History Taking

  1. For the most part, 700% of all diagnoses should be made with a very thorough history. I usually tell patients in the first session that it may take 2-3 sessions before you feel like you are getting anything out of therapy. There has to be a get to know each other period. In this period of time, we need to pursue many avenues in terms of questions and past history.
  2. What is a thorough history? A thorough history should take a minimum of one hour. It usually encompasses the second session. Information continues to be pulled out in the 4th, 5th and 6th session, even a month later. The diagnostic history clearly begins with the patient’s presenting illness, which would be the presenting symptoms and whey they are here, followed by past medical history, past psych history, social history, past family history (going back 2 generations on both the maternal and paternal sides), school/academic history inclusive of grade school, high school and further degrees, marital history/relationship history, dating (how frequently, how infrequently, how long do the relationships last).

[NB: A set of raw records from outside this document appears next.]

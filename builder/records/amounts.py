"""A number with its unit, the smallest part of a quantity: to a value in the canonical unit, or a fault."""

from __future__ import annotations

import math
import re
from dataclasses import dataclass

from builder.problems import did_you_mean
from builder.records.unit_table import (
    CANONICAL,
    Dimension,
    Unit,
    dimensions_of,
    find_unit,
    normal_spelling,
    spellings_of,
)

NUMBER = r"[-+]?(?:[0-9]+(?:\.[0-9]*)?|\.[0-9]+)(?:[eE][-+]?[0-9]+)?"
"""Pattern of a decimal number."""
UNIT = r"[A-Za-zÅ°º%μµ][^<>=±:,;]*?"
"""Pattern of what may be a unit; the table decides."""
AMOUNT = re.compile(rf"({NUMBER})\s*({UNIT})?")

_NUMBER = re.compile(NUMBER)
_NOT_FINITE = re.compile(r"[-+]?\.?(?:nan|inf|infinity|∞)(?![A-Za-z]).*", re.IGNORECASE)
_THOUSANDS = re.compile(r"[0-9],[0-9]")
_USUAL = {Dimension.TEMPERATURE: "degC", Dimension.RATE: "nm/min", Dimension.PRESSURE: "mTorr"}
"""Units to propose where the canonical one is not the usual one at the bench."""


@dataclass(frozen=True)
class QuantityFault:
    """
    Why a text is no quantity of the dimension asked for.

    `rule` is one of: unit-missing, unit-unknown, unit-mismatch, not-a-number, not-finite, negative,
    not-positive, range-reversed, tolerance-not-positive, form-not-allowed.
    """

    rule: str
    message: str
    hint: str = ""


class FaultError(Exception):
    """Carries a fault out of the parts of the parser; caught in `quantities`."""

    def __init__(self, rule: str, message: str, hint: str = "") -> None:
        super().__init__(message)
        self.fault = QuantityFault(rule, message, hint)


def amount(plain: str, dimension: Dimension, text: str) -> tuple[float, Unit]:
    """Return the value in the canonical unit, and the unit, of a number with its unit."""
    match = AMOUNT.fullmatch(plain)
    if match is None:
        raise not_a_number(plain, text)
    number = number_of(match[1], text)
    unit = unit_of(match[2], dimension, text)
    return canonical(number, unit, text), unit


def unit_of(spelling: str | None, dimension: Dimension, text: str) -> Unit:
    """Return the unit of the dimension that is spelled so."""
    if spelling is None:
        hint = f'for example "{example_unit(dimension)}"'
        raise FaultError("unit-missing", f'"{text}" needs a unit of {_words(dimension)}', hint)
    unit = find_unit(spelling, dimension)
    if unit is not None:
        return unit
    elsewhere = dimensions_of(spelling)
    if elsewhere:
        kinds = " or ".join(_words(other) for other in elsewhere)
        message = f'"{text}": {spelling.strip()} is a unit of {kinds}, not of {_words(dimension)}'
        raise FaultError("unit-mismatch", message, f'for example "{example_unit(dimension)}"')
    guess = did_you_mean(normal_spelling(spelling), spellings_of(dimension))
    hint = f'did you mean "{guess}"?' if guess else f'for example "{example_unit(dimension)}"'
    raise FaultError("unit-unknown", f'"{text}": there is no unit "{spelling.strip()}"', hint)


def canonical(number: float, unit: Unit, text: str) -> float:
    """Return a number of a unit in the canonical unit, refusing what floats cannot hold."""
    value = unit.to_canonical(number)
    if not math.isfinite(value) or (value == 0 and number != 0 and unit.offset == 0):
        raise FaultError("not-finite", f'"{text}" is out of the range of numbers')
    return value


def number_of(plain: str, text: str) -> float:
    """Return the decimal number a text states; `text` is the whole quantity, for the message."""
    if not _NUMBER.fullmatch(plain):
        raise not_a_number(plain, text)
    value = float(plain)
    if not math.isfinite(value) or (value == 0 and re.search(r"[1-9]", re.split("[eE]", plain)[0])):
        raise FaultError("not-finite", f'"{text}" is out of the range of numbers')
    return value


def not_a_number(plain: str, text: str) -> FaultError:
    """Return the fault of a text that states no number."""
    if _NOT_FINITE.fullmatch(plain):
        return FaultError("not-finite", f'"{text}" is not a finite number', "leave it out if unknown")
    hint = "write a decimal point, and no mark between thousands" if _THOUSANDS.search(plain) else ""
    return FaultError("not-a-number", f'"{text}" is not a number', hint)


def example_unit(dimension: Dimension) -> str:
    """Return the unit that a message or a form proposes for the dimension, as it may be written."""
    if dimension in _USUAL:
        return _USUAL[dimension]
    unit = CANONICAL.get(dimension)
    return spellings_of(dimension)[0] if unit is None else unit.spellings[0]


def _words(dimension: Dimension) -> str:
    return dimension.value.replace("_", " ")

  3. Have there been blood workups? Have we ruled out any physiological cause or etiology of a disease process?
  4. Recreational drug use, alcohol use*.

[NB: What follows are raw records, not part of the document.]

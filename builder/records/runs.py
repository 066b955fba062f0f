"""Monitor wafers: one row, one wafer, one film, one etch time."""

from __future__ import annotations

import datetime
from collections.abc import Sequence
from dataclasses import dataclass
from pathlib import PurePosixPath

from builder.records.conversion import from_data
from builder.records.record import Entry
from builder.records.terms import Origin


@dataclass(frozen=True, slots=True, kw_only=True)
class Run(Entry):
    """
    One row of a run table; the unit stands in the name.

    `u_nm` is the standard uncertainty (k = 1) of one thickness reading; `site_spread` the half-range
    of the loss over the wafer as a fraction of its mean. A blank field is None: not stated.
    """

    etch: str
    date: datetime.date
    wafer: str
    film: str
    time_s: float
    before_nm: float
    after_nm: float
    u_nm: float
    film_lot: str | None = None
    prior: str | None = None
    temperature_degc: float | None = None
    load_cm2: float | None = None
    carrier: str | None = None
    window_um: float | None = None
    bath: str | None = None
    bath_hours: float | None = None
    wafers_since_clean: float | None = None
    event: str | None = None
    note: str | None = None
    site_spread: float | None = None


def runs_from(rows: object, file: str, origin: Origin) -> tuple[Run, ...]:
    """Return the rows of one run table that has passed its schema, in the order of the file."""
    assert isinstance(rows, Sequence)
    etch = PurePosixPath(file).stem
    return tuple(
        from_data(Run, row, etch=etch, file=file, origin=origin, pointer=f"/{index}")
        for index, row in enumerate(rows)
    )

  5. Criminal history, arrests, misdemeanors, felonies, DUI’s, etc.
  6. Suicidal, homicidal ideation and intent, past, present or future.
  7. Short term and long term goals. What do they see themselves doing 6 months or one year down the road? Do they have any at all?
  8. Family or social support network? How close is the family and their support network? Is it close by or 2-3 states away? Is it within driving distance.
  9. Religion. Are they religious? Are they spiritual? (Two different questions.) If they are involved in an organized religion, what religion is it?
  10. Cultural background is very important. As discussed in earlier areas, certain cultures practice certain rites and rituals. These can be misinterpreted as obsessive-compulsive or psychotic behavior, when in actually they are a part of the norm.
  11. Hobbies and interests, often overlooked, very important. What are their passions in life? What do they like to do?
  12. Attributes, assets, what does the patient perceive, what do family members perceive as this person’s assets and attributes? What do they tout? In supervising many psychology students, as well as physician assistant students, and in working with many residents, this often goes unasked, and is not even addressed in the psych field. This is extremely important because as clinicians, we are taught and trained to look for illness and diagnoses. We are not trained or focused to look at positive attributes and assets of the patient. These are key in terms of self-esteem and building on a foundation later in sessions.
  13. Openness vs. closed-minded. Are they open? Are they open to alternative treatments? Are they closed-minded and very rigid. Do they want specific types of treatment?
  14. Last but not least, always take the person as a whole, and that is what the history is about, not only trying to ascertain a diagnosis, but looking at this human being that has walked into your office as a whole person, spiritually, mentally and emotionally. You will gain the individual’s trust much more quickly, and find there fore find a quicker path to resolution.

*People who use recreational drugs always minimize, they do not disclose everything, ever, in the first session.